Thank you for your transparent comments and the efforts with the code!!

2 Likes

That’s the matricial format of OLS algorithm without an intercept and how do i know that? Well let me say that is about the advantages of not taking a nap during the econometric classes :smiley:

I think i have one for Ridge:

  ridge_neutralize <- function(scores_v,exposures_m,proportion=1.0,ridge=1.0) {
  scores_v <- scores_v - (proportion * (exposures_m %*%
                                        (MASS::ginv((t(exposures_m) %*% exposures_m) +
                                        ridge*length(scores_v)*(diag(ncol(exposures_m)))) %*%
                                        (t(exposures_m) %*% scores_v))))
  return( scores_v/sd(scores_v) )
}
1 Like

guys im having issues with the ram , how can i run the code ?
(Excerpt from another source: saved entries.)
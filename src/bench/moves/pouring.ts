/** Moves that bring liquid from one place to another. */
import { marksOf } from '../glassware.ts';
import { mL } from '../precision.ts';
import type { Refusal } from '../types.ts';
import { DROP_UL } from '../types.ts';
import { checkDelivery, deliver, drops_nL, ends, first, type Delivery } from './deliver.ts';
import {
  badVolume,
  findSource,
  findVessel,
  MAX_DROPS,
  MAX_UL,
  nameOf,
  unknownThing,
  volumeOf,
  wholeNumber,
} from './hands.ts';
import { define, refuse, type Situation } from './kinds.ts';
import { shown } from '../precision.ts';

const stream = (from: string, into: string, volume_uL: number): Delivery => ({
  from,
  into,
  read_nL: volume_uL * 1000,
  drops: 0,
  byTip: false,
});
const dripping = (from: string, into: string, drops: number): Delivery => ({
  from,
  into,
  read_nL: drops_nL(drops),
  drops,
  byTip: true,
});

const badDrops = (): Refusal => refuse('bad-value', `Give a whole number of drops from 1 to ${MAX_DROPS}.`);
const plural = (n: number, word: string) => `${n} ${word}${n === 1 ? '' : 's'}`;

/** A burette runs through its tap; a pipette is a move of its own. */
function handPoured(at: Situation, id: string): Refusal | null {
  const family = findVessel(at, id)?.glass.family;
  if (family === 'burette')
    return refuse('wrong-vessel', `${nameOf(at, id)} is clamped to its stand. Open its tap instead.`);
  if (family === 'pipette')
    return refuse('wrong-vessel', `Use the pipette's own move to deliver from ${nameOf(at, id)}.`);
  return null;
}

export const pour = define<'pour'>({
  kind: 'pour',
  name: 'Pour',
  label: 'Pours an exact volume of a bottle or vessel into a vessel.',
  key: 'p',
  fields: { from: 'source', into: 'vessel', volume_uL: 'volume' },
  handlesLiquid: true,
  delivers: true,
  offered: () => true,
  check: (at, m) =>
    !wholeNumber(m.volume_uL, 1, MAX_UL)
      ? badVolume()
      : first(handPoured(at, m.from), checkDelivery(at, stream(m.from, m.into, m.volume_uL))),
  perform: (at, m) => deliver(at, stream(m.from, m.into, m.volume_uL)),
  tell: (at, m) => `${mL(m.volume_uL * 1000)} of ${nameOf(at, m.from)} into ${nameOf(at, m.into)}`,
});

/** What has to be poured for the liquid to stand at the mark, or why not. */
function toMark(
  at: Situation,
  intoId: string,
  mark_mL: number,
): { ok: true; volume_nL: number } | { ok: false; refusal: Refusal } {
  const into = findVessel(at, intoId);
  if (!into) return { ok: false, refusal: unknownThing(intoId) };
  const marks = marksOf(into.glass);
  if (into.glass.scaleFromTop) {
    return {
      ok: false,
      refusal: refuse('wrong-vessel', `${into.spec.label} is filled to its zero mark. Use Fill.`),
    };
  }
  if (!marks.some((mark) => mark.mL === mark_mL)) {
    const nearest = marks.reduce<number | null>(
      (best, mark) =>
        best === null || Math.abs(mark.mL - mark_mL) < Math.abs(best - mark_mL) ? mark.mL : best,
      null,
    );
    return {
      ok: false,
      refusal: refuse(
        'no-such-mark',
        nearest === null
          ? `${into.spec.label} has no marks. Pour a volume instead.`
          : `${into.spec.label} has no mark at ${mark_mL} mL. The nearest is ${nearest} mL.`,
      ),
    };
  }
  const missing = Math.round(mark_mL * 1e6) - volumeOf(into.state);
  if (missing < 1000) {
    return {
      ok: false,
      refusal: refuse('already-so', `${into.spec.label} already stands at ${mark_mL} mL or above it.`),
    };
  }
  return { ok: true, volume_nL: missing };
}

/** The glass that is filled to its mark is what measures. */
const markDelivery = (from: string, into: string, volume_nL: number): Delivery => ({
  from,
  into,
  read_nL: volume_nL,
  drops: 0,
  byTip: true,
  measure: into,
});

export const pourToMark = define<'pourToMark'>({
  kind: 'pourToMark',
  name: 'Pour to a mark',
  label: 'Pours until the liquid stands at a mark of the glass.',
  key: 'm',
  fields: { from: 'source', into: 'vessel', mark_mL: 'mark' },
  handlesLiquid: true,
  delivers: true,
  offered: (spec) =>
    spec.vessels.some((v) => v.glass !== 'waste' && v.glass !== 'test-tube' && v.glass !== 'burette-50'),
  check: (at, m) => {
    if (typeof m.mark_mL !== 'number' || !Number.isFinite(m.mark_mL))
      return refuse('bad-value', 'Give the mark in mL.');
    const need = toMark(at, m.into, m.mark_mL);
    if (!need.ok) return need.refusal;
    return first(handPoured(at, m.from), checkDelivery(at, markDelivery(m.from, m.into, need.volume_nL)));
  },
  perform: (at, m) => {
    const need = toMark(at, m.into, m.mark_mL);
    if (!need.ok) throw new Error(need.refusal.sentence);
    return deliver(at, markDelivery(m.from, m.into, need.volume_nL));
  },
  tell: (at, m) => `${nameOf(at, m.from)} into ${nameOf(at, m.into)}, up to the ${m.mark_mL} mL mark`,
});

const tooFew = (at: Situation, id: string): Refusal | null => {
  const source = findSource(at, id);
  return source?.vessel?.glass.family === 'pipette'
    ? refuse('wrong-vessel', `${source.label} delivers its whole volume at once.`)
    : null;
};

export const drip = define<'drip'>({
  kind: 'drip',
  name: 'Drip',
  label: `Lets drops of ${DROP_UL / 1000} mL fall into a vessel.`,
  key: 'd',
  fields: { from: 'source', into: 'vessel', drops: 'drops' },
  handlesLiquid: true,
  delivers: true,
  offered: () => true,
  check: (at, m) =>
    !wholeNumber(m.drops, 1, MAX_DROPS)
      ? badDrops()
      : first(tooFew(at, m.from), checkDelivery(at, dripping(m.from, m.into, m.drops))),
  perform: (at, m) => deliver(at, dripping(m.from, m.into, m.drops)),
  tell: (at, m) => `${plural(m.drops, 'drop')} of ${nameOf(at, m.from)} into ${nameOf(at, m.into)}`,
});

export const addIndicator = define<'addIndicator'>({
  kind: 'addIndicator',
  name: 'Add indicator',
  label: 'Lets drops of an indicator fall into a vessel.',
  key: 'i',
  fields: { indicator: 'indicator', into: 'vessel', drops: 'drops' },
  handlesLiquid: true,
  delivers: true,
  offered: (spec) => spec.shelf.some((s) => s.kind === 'indicator'),
  check: (at, m) => {
    const item = at.spec.shelf.find((s) => s.id === m.indicator);
    if (!item) return unknownThing(m.indicator);
    if (item.kind !== 'indicator')
      return refuse('wrong-vessel', `${item.label} is no indicator. Pour or drip it.`);
    if (!wholeNumber(m.drops, 1, MAX_DROPS)) return badDrops();
    return checkDelivery(at, dripping(m.indicator, m.into, m.drops));
  },
  perform: (at, m) => deliver(at, dripping(m.indicator, m.into, m.drops)),
  tell: (at, m) => `${plural(m.drops, 'drop')} of ${nameOf(at, m.indicator)} into ${nameOf(at, m.into)}`,
});

/** The same into two vessels, one after the other, as one move: both or neither. */
const bothDeliveries = (m: {
  from: string;
  into: readonly [string, string];
  volume_uL?: number;
  drops?: number;
}): Delivery[] =>
  m.into.map((into) =>
    m.drops === undefined ? stream(m.from, into, m.volume_uL ?? 0) : dripping(m.from, into, m.drops),
  );

export const addToBoth = define<'addToBoth'>({
  kind: 'addToBoth',
  name: 'Add to both',
  label: 'Adds the same to two vessels in one move.',
  key: 'b',
  fields: { from: 'source', into: 'two-vessels', volume_uL: 'volume', drops: 'drops' },
  handlesLiquid: true,
  delivers: true,
  offered: (spec) => spec.vessels.length > 1,
  check: (at, m) => {
    if (!Array.isArray(m.into) || m.into.length !== 2) return refuse('bad-value', 'Choose two vessels.');
    if (m.into[0] === m.into[1]) return refuse('same-vessel', 'Choose two different vessels.');
    if ((m.drops === undefined) === (m.volume_uL === undefined))
      return refuse('bad-value', 'Give a volume or a number of drops.');
    if (m.drops === undefined ? !wholeNumber(m.volume_uL, 1, MAX_UL) : !wholeNumber(m.drops, 1, MAX_DROPS)) {
      return m.drops === undefined ? badVolume() : badDrops();
    }
    if (m.drops === undefined) {
      const byHand = handPoured(at, m.from);
      if (byHand) return byHand;
    }
    const [one, two] = bothDeliveries(m) as [Delivery, Delivery];
    const refusal = checkDelivery(at, one) ?? checkDelivery(at, two);
    if (refusal) return refusal;
    return checkDelivery({ ...at, scene: deliver(at, one).scene }, two);
  },
  perform: (at, m) => {
    const [one, two] = bothDeliveries(m) as [Delivery, Delivery];
    const after = deliver(at, one);
    const both = deliver({ ...at, scene: after.scene }, two);
    return { scene: both.scene, notices: [...after.notices, ...both.notices] };
  },
  tell: (at, m) =>
    `${m.drops === undefined ? mL((m.volume_uL ?? 0) * 1000) : plural(m.drops, 'drop')} of ${nameOf(at, m.from)} into both ${nameOf(at, m.into[0])} and ${nameOf(at, m.into[1])}`,
});

export const dispense = define<'dispense'>({
  kind: 'dispense',
  name: 'Open the tap',
  label: "Lets an exact volume run from a burette's tap.",
  key: 't',
  fields: { burette: 'burette', into: 'vessel', volume_uL: 'volume' },
  handlesLiquid: true,
  delivers: true,
  offered: (spec) => spec.vessels.some((v) => v.glass === 'burette-50'),
  check: (at, m) => {
    const burette = findVessel(at, m.burette);
    if (!burette) return unknownThing(m.burette);
    if (burette.glass.family !== 'burette')
      return refuse('wrong-vessel', `${burette.spec.label} has no tap. Pour from it.`);
    if (!wholeNumber(m.volume_uL, 1, MAX_UL)) return badVolume();
    return checkDelivery(at, { ...stream(m.burette, m.into, m.volume_uL), byTip: true });
  },
  perform: (at, m) => deliver(at, { ...stream(m.burette, m.into, m.volume_uL), byTip: true }),
  tell: (at, m) => `${mL(m.volume_uL * 1000)} from ${nameOf(at, m.burette)} into ${nameOf(at, m.into)}`,
});

export const fill = define<'fill'>({
  kind: 'fill',
  name: 'Fill',
  label: 'Fills a burette to its zero mark, other glass to its topmost mark.',
  key: 'f',
  fields: { from: 'source', into: 'vessel' },
  handlesLiquid: true,
  delivers: true,
  offered: (spec) =>
    spec.vessels.some(
      (v) =>
        v.glass.startsWith('burette') || v.glass.startsWith('volumetric') || v.glass.startsWith('cylinder'),
    ),
  check: (at, m) => {
    const into = findVessel(at, m.into);
    if (!into) return unknownThing(m.into);
    if (!into.glass.marks)
      return refuse('no-such-mark', `${into.spec.label} has no mark to fill to. Pour a volume instead.`);
    const missing = Math.round(into.glass.nominal_mL * 1e6) - volumeOf(into.state);
    if (missing < 1000) return refuse('already-so', `${into.spec.label} is filled already.`);
    return first(handPoured(at, m.from), checkDelivery(at, markDelivery(m.from, m.into, missing)));
  },
  perform: (at, m) => {
    const into = findVessel(at, m.into);
    if (!into) throw new Error(`no vessel ${m.into}`);
    return deliver(
      at,
      markDelivery(m.from, m.into, Math.round(into.glass.nominal_mL * 1e6) - volumeOf(into.state)),
    );
  },
  tell: (at, m) => `${nameOf(at, m.into)} filled with ${nameOf(at, m.from)}`,
});

export const pipette = define<'pipette'>({
  kind: 'pipette',
  name: 'Pipette',
  label: "Carries a pipette's whole volume from one place to another.",
  key: 'k',
  fields: { pipette: 'pipette', from: 'source', into: 'vessel' },
  handlesLiquid: true,
  delivers: true,
  offered: (spec) => spec.vessels.some((v) => v.glass.startsWith('pipette')),
  check: (at, m) => {
    const tool = findVessel(at, m.pipette);
    if (!tool) return unknownThing(m.pipette);
    if (tool.glass.family !== 'pipette') return refuse('wrong-vessel', `${tool.spec.label} is no pipette.`);
    const found = ends(at, m.from, m.into);
    if (!found.ok) return found.refusal;
    return checkDelivery(at, pipetted(at, m));
  },
  perform: (at, m) => deliver(at, pipetted(at, m)),
  tell: (at, m) => `${nameOf(at, m.pipette)}: ${nameOf(at, m.from)} into ${nameOf(at, m.into)}`,
});

const pipetted = (at: Situation, m: { pipette: string; from: string; into: string }): Delivery => {
  const nominal = findVessel(at, m.pipette)?.glass.nominal_mL ?? 0;
  return {
    from: m.from,
    into: m.into,
    read_nL: Math.round(shown(nominal, 3) * 1e6),
    drops: 0,
    byTip: true,
    measure: m.pipette,
  };
};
@lollocodes depends on you system and language of choice. I use R and I’ve found that you need a decent memory size to perform this analysis. My machine has 16GB RAM. I would imagine this is simiar to using Python.

With using R I’ve also found using h2o.ai works rather well. h2o.ai allows to run in parallel and multiple clusters.

1 Like

Hello! I am new to the competition…

Can someone explain to me the difference between applying feature neutralization to the features on the target, to get a set of features that contain as much original information as possible but decorrelate with the target VS neutralizing predictions by features?

Thanks.

The difference is if you are trying to get the linear element out of your training/prediction result (neutralizing your predictions) or if you are trying the get the linear element out of your training data because you hope your model then is not focussing on that linear element at all (neutralizing the features to the target before training)

1 Like

Hey @mdo - starting to think about using this but combining it with the idea of caching with joblib (as per the tensorflow example by @jrb). Before I go pen to paper - was wondering if you could advise on which metric i’d need to store alongside the era? I think the tensorflow example stores era and weights.

Cheers!

Can anyone explain to me what the reasoning is for pred[:,None]-model(feats) the line below:

If I understand correctly, this is the error between our original models predictions, and the predictions of the feature neutralization model. Why calculate the feature exposure of the error, rather than the feature exposure of the predictions of the feature neutralization model? Does this just ensure we don’t drift too far from the original predictions?

Thanks in advance.

Neutralization is finding a linear model model(feats) to subtract off from your predictions predictions[:,None]. That line is measuring how much exposure remains after that subtraction. The linear model is initialized at 0 and then learned until the exposures measured by that line fall below threshold. Make sense?

2 Likes

Ahhhh that makes sense thank you. I missed that you mention in the post the model learns the amount to subtract from the original predictions to neutralize it, I thought it was learning a transformation that was feature neutral. Now I understand that it makes perfect sense. Thanks for the help

Does this neutralize function still work? I’ve played with it all day and seems to spit out all manner of numbers, positive, negative, greater than 1. I would have expected it to return an array of transformed predictions between 0 and 1.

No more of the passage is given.